Wang pointed out that the plaintiffs stated 89% of managers underperform their benchmarks, “and this court cannot accept that the mere fact of relative underperformance is sufficient to state a claim.” In addition, she noted that the fund had strong absolute performance—averaging over 11% return per year since inception—and that relative underperformance has been decreasing by the plaintiffs’ own admission.

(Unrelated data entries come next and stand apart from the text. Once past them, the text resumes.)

package faults

import (
	"context"
	"errors"
	"fvsweep/sweep/job"
	"fvsweep/sweep/wire"
	"strings"
	"testing"
	"time"

	"github.com/nats-io/nats.go"
	"github.com/nats-io/nats.go/jetstream"
)

// TestHostileMessages publishes malformed and hostile messages on the job
// and result subjects of a running coordinator and worker: not JSON, the
// wrong schema, a job whose ID does not match its parameters, a job on
// another job's subject, results for no known job, a near-limit payload of
// garbage, and one over the limit. Both processes log and drop them and go
// on; a real sweep submitted afterwards is stored exactly once, and no
// message is left in either stream.
func TestHostileMessages(t *testing.T) {
	r := newRig(t)
	spec, name, ids := r.writeSpec(bigAndSmall)
	coord, url := r.serve(freePort(t))
	w := r.worker("worker-a", url, 2)
	nc, err := nats.Connect(url)
	if err != nil {
		t.Fatal(err)
	}
	defer nc.Close()
	js, err := jetstream.New(nc)
	if err != nil {
		t.Fatal(err)
	}
	ctx, cancel := context.WithTimeout(context.Background(), 30*time.Second)
	defer cancel()
	n := wire.Names{}
	const id1, id2 = "00000000000000000000000000000001", "00000000000000000000000000000002"
	mismatched := job.Job{ID: id1, Sweep: "hostile", Case: "burgers-sine",
		Params: map[string]string{"nx": "16", "ny": "4", "t_end": "0.01"}, Cost: 1}
	unknownCase := job.Job{ID: id2, Sweep: "hostile", Case: "no-such-case", Params: map[string]string{"nx": "8"}, Cost: 1}
	garbage := strings.Repeat("\xff", wire.MaxMessage-4096)
	msgs := []struct {
		subject, data string
	}{
		{n.JobSubject("hostile", id1), "not json at all"},
		{n.JobSubject("hostile", id2), `{"job_id":"` + id2 + `","sweep":"hostile","case":"c","params":{},"extra":true}`},
		{n.JobSubject("hostile", id1), mustEncode(t, mismatched)},
		{n.JobSubject("hostile", "00000000000000000000000000000003"), mustEncode(t, mismatched)}, // another job's subject
		{n.JobSubject("hostile", id2), mustEncode(t, unknownCase)},
		{n.JobSubject("hostile", "00000000000000000000000000000004"), garbage},
		{n.ResultSubject("hostile", id1), "{{{"},
		{n.ResultSubject("hostile", id1), `{"job_id":"` + id1 + `","sweep":"hostile","status":"maybe"}`},
		{n.ResultSubject("hostile", id2), `{"job_id":"` + id2 + `","sweep":"hostile","status":"done","worker":"forger"}`},
		{n.ResultSubject("hostile", id2), garbage},
	}
	for _, m := range msgs {
		// One message per job subject: wait for the worker to take one
		// before the next lands on the same subject.
		for {
			_, err := js.Publish(ctx, m.subject, []byte(m.data))
			if err == nil {
				break
			}
			if ctx.Err() != nil {
				t.Fatalf("publishing to %s: %v", m.subject, err)
			}
			time.Sleep(50 * time.Millisecond)
		}
	}
	if _, err := js.Publish(ctx, n.JobSubject("hostile", id1), make([]byte, 2*wire.MaxMessage)); !errors.Is(err, nats.ErrMaxPayload) {
		t.Errorf("publishing 2 MiB: %v, want it refused as over the maximum payload", err)
	}
	r.submit(spec, url)
	r.waitDone(name, url, len(ids), 60*time.Second)
	for _, p := range []*proc{coord, w} {
		if ok, code := p.exited(); ok {
			t.Fatalf("%s exited (code %d) after the hostile messages", p.name, code)
		}
	}
	for _, s := range []string{n.JobStream(), n.ResultStream()} {
		deadline := time.Now().Add(10 * time.Second)
		for {
			st, err := js.Stream(ctx, s)
			if err != nil {
				t.Fatal(err)
			}
			if st.CachedInfo().State.Msgs == 0 {
				break
			}
			if time.Now().After(deadline) {
				t.Errorf("stream %s still holds %d messages", s, st.CachedInfo().State.Msgs)
				break
			}
			time.Sleep(100 * time.Millisecond)
		}
	}
	wlog, clog := w.output(), coord.output()
	if got := strings.Count(wlog, "dropping malformed job"); got < 4 {
		t.Errorf("worker logged %d malformed jobs, want at least 4 (not JSON, wrong schema, wrong subject, garbage):\n%s", got, tail(wlog, 3000))
	}
	if !strings.Contains(wlog, "its parameters give ID") || !strings.Contains(wlog, "no-such-case") {
		t.Errorf("worker did not report the mismatched ID and the unknown case:\n%s", tail(wlog, 3000))
	}
	if got := strings.Count(clog, "dropping result"); got < 5 {
		t.Errorf("coordinator logged %d dropped results, want at least 5", got)
	}
	coord.stop(20 * time.Second)
	f, _ := r.count(name, ids, coord, nil)
	wantClean(t, f)
}

func mustEncode(t *testing.T, j job.Job) string {
	b, err := job.Encode(j)
	if err != nil {
		t.Fatal(err)
	}
	return string(b)
}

If her recommendation to dismiss the suit is not accepted, Wang stated that she found the plaintiffs have sufficiently pleaded that CenturyLink is a functional fiduciary at this stage. She also rejected the defendants’ contention that the plaintiffs “have not pled any facts supporting their claim that CenturyLink ‘should have known’ continued investment in the Large Cap Fund was imprudent.” Wang also concluded that dismissal of plaintiff Birse’s claims on the basis of the statute of limitations is not appropriate at this juncture since there were no facts from which she could definitively discern the timing of Birse’s actual knowledge.
Dismissal with prejudice
Wang explained that a dismissal with prejudice of a complaint that fails to state a claim under Rule 12(b)(6) is appropriate only when “granting leave to amend would be futile.” Futility has been found when a party has been previously granted leave to amend, but was unable to cure the deficiencies, and where a party has made no showing how it could cure the defects present in its current complaint. She noted that the plaintiffs do not seek leave to amend as an alternative to dismissal, and they have had multiple opportunities to amend. “Accordingly, this court respectfully recommends that dismissal of the Second Amended Complaint be with prejudice,” she wrote.